→ **Exercise directions**
Below are records; reproduce exactly the lines from the one that has "else if (!test(lo))" through the one that has "let width = Math.max(2e-3 * hi, hi - lo);", ends included, and nothing more.

+++

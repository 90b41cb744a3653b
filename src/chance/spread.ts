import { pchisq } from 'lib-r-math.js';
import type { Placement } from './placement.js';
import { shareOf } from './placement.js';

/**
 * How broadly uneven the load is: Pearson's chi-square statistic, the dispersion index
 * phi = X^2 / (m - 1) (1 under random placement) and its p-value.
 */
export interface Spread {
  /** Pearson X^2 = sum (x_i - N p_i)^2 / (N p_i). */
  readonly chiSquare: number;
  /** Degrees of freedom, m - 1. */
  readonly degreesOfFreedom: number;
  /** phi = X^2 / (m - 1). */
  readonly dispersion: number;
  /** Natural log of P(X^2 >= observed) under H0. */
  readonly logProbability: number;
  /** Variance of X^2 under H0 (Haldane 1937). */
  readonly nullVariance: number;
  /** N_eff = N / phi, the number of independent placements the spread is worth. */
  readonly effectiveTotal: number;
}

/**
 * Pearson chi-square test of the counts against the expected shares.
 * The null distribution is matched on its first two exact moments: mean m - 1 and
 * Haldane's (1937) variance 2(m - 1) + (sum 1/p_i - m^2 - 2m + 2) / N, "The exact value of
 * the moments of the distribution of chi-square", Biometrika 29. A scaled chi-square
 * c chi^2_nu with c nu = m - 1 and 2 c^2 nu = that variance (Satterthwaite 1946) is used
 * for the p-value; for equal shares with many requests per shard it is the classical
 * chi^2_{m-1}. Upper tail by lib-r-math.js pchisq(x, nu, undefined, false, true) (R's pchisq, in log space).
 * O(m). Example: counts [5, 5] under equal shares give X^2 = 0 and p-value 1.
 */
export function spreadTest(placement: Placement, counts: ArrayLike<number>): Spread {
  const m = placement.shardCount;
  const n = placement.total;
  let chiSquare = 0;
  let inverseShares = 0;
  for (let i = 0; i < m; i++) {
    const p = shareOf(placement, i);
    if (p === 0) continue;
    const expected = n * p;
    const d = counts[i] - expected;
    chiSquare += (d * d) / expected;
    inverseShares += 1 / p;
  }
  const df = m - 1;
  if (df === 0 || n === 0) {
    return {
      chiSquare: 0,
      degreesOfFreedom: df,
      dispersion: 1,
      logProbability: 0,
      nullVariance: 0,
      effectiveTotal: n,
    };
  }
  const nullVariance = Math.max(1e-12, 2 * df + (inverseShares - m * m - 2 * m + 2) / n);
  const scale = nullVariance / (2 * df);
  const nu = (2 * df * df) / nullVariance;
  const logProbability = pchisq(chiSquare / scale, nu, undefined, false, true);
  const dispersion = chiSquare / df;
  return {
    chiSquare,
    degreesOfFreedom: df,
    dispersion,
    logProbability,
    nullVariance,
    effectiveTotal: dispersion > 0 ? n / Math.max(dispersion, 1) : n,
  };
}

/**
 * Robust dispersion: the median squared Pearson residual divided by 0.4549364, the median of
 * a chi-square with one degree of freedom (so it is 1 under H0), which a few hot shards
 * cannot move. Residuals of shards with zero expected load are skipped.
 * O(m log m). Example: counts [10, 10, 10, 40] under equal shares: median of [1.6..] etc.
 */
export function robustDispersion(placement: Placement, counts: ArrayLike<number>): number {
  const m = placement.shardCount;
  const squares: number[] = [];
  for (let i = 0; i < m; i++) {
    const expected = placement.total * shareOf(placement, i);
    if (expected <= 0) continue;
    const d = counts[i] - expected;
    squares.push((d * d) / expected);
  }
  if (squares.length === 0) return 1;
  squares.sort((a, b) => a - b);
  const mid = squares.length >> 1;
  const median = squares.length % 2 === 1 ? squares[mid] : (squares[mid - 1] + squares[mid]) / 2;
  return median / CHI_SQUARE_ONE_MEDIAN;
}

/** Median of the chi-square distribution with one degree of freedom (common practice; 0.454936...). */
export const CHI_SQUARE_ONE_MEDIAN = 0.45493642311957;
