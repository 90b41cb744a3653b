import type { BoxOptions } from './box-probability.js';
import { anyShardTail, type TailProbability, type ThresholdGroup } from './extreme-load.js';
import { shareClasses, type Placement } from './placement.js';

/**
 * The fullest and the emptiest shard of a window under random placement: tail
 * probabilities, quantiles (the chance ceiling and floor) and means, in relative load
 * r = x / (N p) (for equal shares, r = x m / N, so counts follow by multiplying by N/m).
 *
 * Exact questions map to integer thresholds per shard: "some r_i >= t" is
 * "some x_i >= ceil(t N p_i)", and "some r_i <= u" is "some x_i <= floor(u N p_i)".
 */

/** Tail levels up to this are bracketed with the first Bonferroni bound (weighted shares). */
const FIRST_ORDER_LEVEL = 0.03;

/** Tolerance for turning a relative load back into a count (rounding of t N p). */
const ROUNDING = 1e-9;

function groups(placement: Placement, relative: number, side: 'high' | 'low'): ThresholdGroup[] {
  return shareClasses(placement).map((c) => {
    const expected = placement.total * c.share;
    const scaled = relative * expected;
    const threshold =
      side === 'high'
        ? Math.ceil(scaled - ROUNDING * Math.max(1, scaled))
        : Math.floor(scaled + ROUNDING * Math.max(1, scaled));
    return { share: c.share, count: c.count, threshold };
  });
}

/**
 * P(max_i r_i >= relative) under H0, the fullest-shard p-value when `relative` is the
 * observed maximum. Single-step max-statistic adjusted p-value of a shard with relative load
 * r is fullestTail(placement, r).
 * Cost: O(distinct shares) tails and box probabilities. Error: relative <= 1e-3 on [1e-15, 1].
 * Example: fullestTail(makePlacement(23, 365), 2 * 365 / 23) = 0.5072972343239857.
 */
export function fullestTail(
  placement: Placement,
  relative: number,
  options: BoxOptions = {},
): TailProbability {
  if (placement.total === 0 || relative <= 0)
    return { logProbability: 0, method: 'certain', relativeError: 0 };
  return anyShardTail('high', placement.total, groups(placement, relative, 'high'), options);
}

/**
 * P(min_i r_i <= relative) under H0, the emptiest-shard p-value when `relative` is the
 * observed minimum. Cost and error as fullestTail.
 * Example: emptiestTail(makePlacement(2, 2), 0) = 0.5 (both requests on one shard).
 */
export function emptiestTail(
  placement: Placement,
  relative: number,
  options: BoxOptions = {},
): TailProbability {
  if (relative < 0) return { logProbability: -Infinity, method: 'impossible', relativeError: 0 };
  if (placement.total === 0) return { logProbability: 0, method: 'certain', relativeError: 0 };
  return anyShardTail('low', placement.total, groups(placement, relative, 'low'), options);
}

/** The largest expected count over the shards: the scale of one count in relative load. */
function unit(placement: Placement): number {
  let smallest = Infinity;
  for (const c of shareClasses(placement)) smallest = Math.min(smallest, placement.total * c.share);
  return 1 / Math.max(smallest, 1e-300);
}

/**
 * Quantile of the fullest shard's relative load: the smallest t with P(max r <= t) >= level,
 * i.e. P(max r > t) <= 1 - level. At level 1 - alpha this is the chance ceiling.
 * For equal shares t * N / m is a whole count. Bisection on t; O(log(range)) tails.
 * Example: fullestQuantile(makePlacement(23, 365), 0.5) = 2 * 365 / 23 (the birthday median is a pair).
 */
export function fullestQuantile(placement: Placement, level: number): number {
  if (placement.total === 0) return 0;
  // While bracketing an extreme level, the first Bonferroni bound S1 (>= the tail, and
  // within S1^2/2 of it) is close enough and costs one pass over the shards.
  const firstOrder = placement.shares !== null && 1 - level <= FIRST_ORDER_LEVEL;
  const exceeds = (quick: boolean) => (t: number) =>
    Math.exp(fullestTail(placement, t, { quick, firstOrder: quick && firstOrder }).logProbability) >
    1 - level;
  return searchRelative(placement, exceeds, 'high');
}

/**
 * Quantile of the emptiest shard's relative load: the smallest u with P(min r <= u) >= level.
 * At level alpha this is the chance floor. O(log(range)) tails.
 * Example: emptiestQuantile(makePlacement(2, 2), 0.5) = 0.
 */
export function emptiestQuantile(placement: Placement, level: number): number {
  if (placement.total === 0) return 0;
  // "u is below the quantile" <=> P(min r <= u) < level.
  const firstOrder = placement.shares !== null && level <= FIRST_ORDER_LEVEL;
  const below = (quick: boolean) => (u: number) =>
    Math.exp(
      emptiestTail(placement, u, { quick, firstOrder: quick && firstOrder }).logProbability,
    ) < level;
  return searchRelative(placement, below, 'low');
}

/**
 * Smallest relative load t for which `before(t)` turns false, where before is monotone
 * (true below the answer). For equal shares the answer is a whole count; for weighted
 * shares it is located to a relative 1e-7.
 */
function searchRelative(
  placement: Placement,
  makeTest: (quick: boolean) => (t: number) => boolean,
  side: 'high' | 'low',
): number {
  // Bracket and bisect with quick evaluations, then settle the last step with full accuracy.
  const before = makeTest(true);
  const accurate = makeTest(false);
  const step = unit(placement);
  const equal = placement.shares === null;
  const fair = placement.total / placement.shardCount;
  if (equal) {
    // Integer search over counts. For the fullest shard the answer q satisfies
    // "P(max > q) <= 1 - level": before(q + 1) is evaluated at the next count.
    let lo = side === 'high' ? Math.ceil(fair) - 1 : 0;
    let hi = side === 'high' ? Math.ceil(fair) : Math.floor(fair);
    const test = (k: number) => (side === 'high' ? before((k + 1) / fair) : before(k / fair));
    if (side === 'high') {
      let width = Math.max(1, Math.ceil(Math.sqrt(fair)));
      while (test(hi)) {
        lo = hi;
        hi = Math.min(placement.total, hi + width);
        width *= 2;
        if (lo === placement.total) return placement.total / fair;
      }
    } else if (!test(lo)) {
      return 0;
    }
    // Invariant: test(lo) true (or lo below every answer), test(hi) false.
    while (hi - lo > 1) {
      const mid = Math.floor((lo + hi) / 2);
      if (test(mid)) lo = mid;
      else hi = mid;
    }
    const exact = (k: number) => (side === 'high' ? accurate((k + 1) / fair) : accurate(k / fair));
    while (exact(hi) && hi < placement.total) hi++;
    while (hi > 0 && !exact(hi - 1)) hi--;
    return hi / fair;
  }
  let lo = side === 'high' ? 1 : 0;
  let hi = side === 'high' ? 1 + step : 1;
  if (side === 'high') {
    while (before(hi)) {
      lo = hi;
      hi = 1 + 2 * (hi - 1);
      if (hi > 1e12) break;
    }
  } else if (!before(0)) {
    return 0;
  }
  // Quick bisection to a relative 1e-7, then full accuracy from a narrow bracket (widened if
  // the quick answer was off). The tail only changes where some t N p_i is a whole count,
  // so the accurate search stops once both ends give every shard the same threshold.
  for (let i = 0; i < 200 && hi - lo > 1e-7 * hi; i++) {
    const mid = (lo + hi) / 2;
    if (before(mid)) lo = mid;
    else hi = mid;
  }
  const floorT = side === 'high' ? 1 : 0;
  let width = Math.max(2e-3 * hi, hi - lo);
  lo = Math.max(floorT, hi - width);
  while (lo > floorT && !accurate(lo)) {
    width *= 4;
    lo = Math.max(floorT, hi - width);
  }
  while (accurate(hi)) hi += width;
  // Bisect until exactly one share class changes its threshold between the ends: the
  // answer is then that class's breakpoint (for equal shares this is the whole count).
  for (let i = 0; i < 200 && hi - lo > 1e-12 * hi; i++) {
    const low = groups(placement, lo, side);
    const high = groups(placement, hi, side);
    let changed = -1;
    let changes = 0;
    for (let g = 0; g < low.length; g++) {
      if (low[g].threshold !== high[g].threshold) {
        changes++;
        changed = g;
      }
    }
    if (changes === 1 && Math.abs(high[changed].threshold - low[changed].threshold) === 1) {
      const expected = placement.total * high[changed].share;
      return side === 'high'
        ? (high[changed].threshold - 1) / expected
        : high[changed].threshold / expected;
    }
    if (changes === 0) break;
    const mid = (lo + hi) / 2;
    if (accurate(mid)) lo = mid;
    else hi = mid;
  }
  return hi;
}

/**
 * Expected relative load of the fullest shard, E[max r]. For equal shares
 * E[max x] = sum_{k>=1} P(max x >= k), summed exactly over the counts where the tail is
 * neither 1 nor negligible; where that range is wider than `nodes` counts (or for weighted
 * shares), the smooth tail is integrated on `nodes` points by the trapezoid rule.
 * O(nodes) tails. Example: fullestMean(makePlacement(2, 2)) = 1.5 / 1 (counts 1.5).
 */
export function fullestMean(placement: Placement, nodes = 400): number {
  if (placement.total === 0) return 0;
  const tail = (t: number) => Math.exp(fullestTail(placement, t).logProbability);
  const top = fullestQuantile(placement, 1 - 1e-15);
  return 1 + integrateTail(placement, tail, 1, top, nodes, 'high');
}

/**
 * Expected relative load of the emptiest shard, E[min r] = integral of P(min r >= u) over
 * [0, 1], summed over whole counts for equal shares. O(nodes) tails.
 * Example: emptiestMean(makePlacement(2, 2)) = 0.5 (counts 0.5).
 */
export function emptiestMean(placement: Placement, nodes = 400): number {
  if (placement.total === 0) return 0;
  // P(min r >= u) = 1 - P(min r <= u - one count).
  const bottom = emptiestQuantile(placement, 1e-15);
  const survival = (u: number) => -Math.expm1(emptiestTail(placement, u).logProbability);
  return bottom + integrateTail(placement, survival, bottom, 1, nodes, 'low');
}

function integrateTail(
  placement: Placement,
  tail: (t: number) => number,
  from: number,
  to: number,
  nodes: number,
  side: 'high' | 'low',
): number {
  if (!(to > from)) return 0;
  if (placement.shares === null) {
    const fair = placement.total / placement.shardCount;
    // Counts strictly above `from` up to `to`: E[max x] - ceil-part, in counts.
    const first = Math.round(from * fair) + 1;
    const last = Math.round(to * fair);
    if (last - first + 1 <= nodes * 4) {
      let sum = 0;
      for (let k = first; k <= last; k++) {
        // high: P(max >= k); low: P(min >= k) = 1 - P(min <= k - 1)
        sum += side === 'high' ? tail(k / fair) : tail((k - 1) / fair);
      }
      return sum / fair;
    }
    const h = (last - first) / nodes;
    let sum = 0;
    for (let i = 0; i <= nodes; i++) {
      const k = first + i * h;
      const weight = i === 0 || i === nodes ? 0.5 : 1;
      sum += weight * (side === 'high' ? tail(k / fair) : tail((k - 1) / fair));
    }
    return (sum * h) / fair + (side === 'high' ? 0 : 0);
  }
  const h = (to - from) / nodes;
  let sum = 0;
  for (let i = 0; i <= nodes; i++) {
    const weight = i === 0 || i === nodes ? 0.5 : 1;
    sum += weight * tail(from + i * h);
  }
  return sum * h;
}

+++

→ **Exercise answer**
    } else if (!test(lo)) {
      return 0;
    }
    // Invariant: test(lo) true (or lo below every answer), test(hi) false.
    while (hi - lo > 1) {
      const mid = Math.floor((lo + hi) / 2);
      if (test(mid)) lo = mid;
      else hi = mid;
    }
    const exact = (k: number) => (side === 'high' ? accurate((k + 1) / fair) : accurate(k / fair));
    while (exact(hi) && hi < placement.total) hi++;
    while (hi > 0 && !exact(hi - 1)) hi--;
    return hi / fair;
  }
  let lo = side === 'high' ? 1 : 0;
  let hi = side === 'high' ? 1 + step : 1;
  if (side === 'high') {
    while (before(hi)) {
      lo = hi;
      hi = 1 + 2 * (hi - 1);
      if (hi > 1e12) break;
    }
  } else if (!before(0)) {
    return 0;
  }
  // Quick bisection to a relative 1e-7, then full accuracy from a narrow bracket (widened if
  // the quick answer was off). The tail only changes where some t N p_i is a whole count,
  // so the accurate search stops once both ends give every shard the same threshold.
  for (let i = 0; i < 200 && hi - lo > 1e-7 * hi; i++) {
    const mid = (lo + hi) / 2;
    if (before(mid)) lo = mid;
    else hi = mid;
  }
  const floorT = side === 'high' ? 1 : 0;
  let width = Math.max(2e-3 * hi, hi - lo);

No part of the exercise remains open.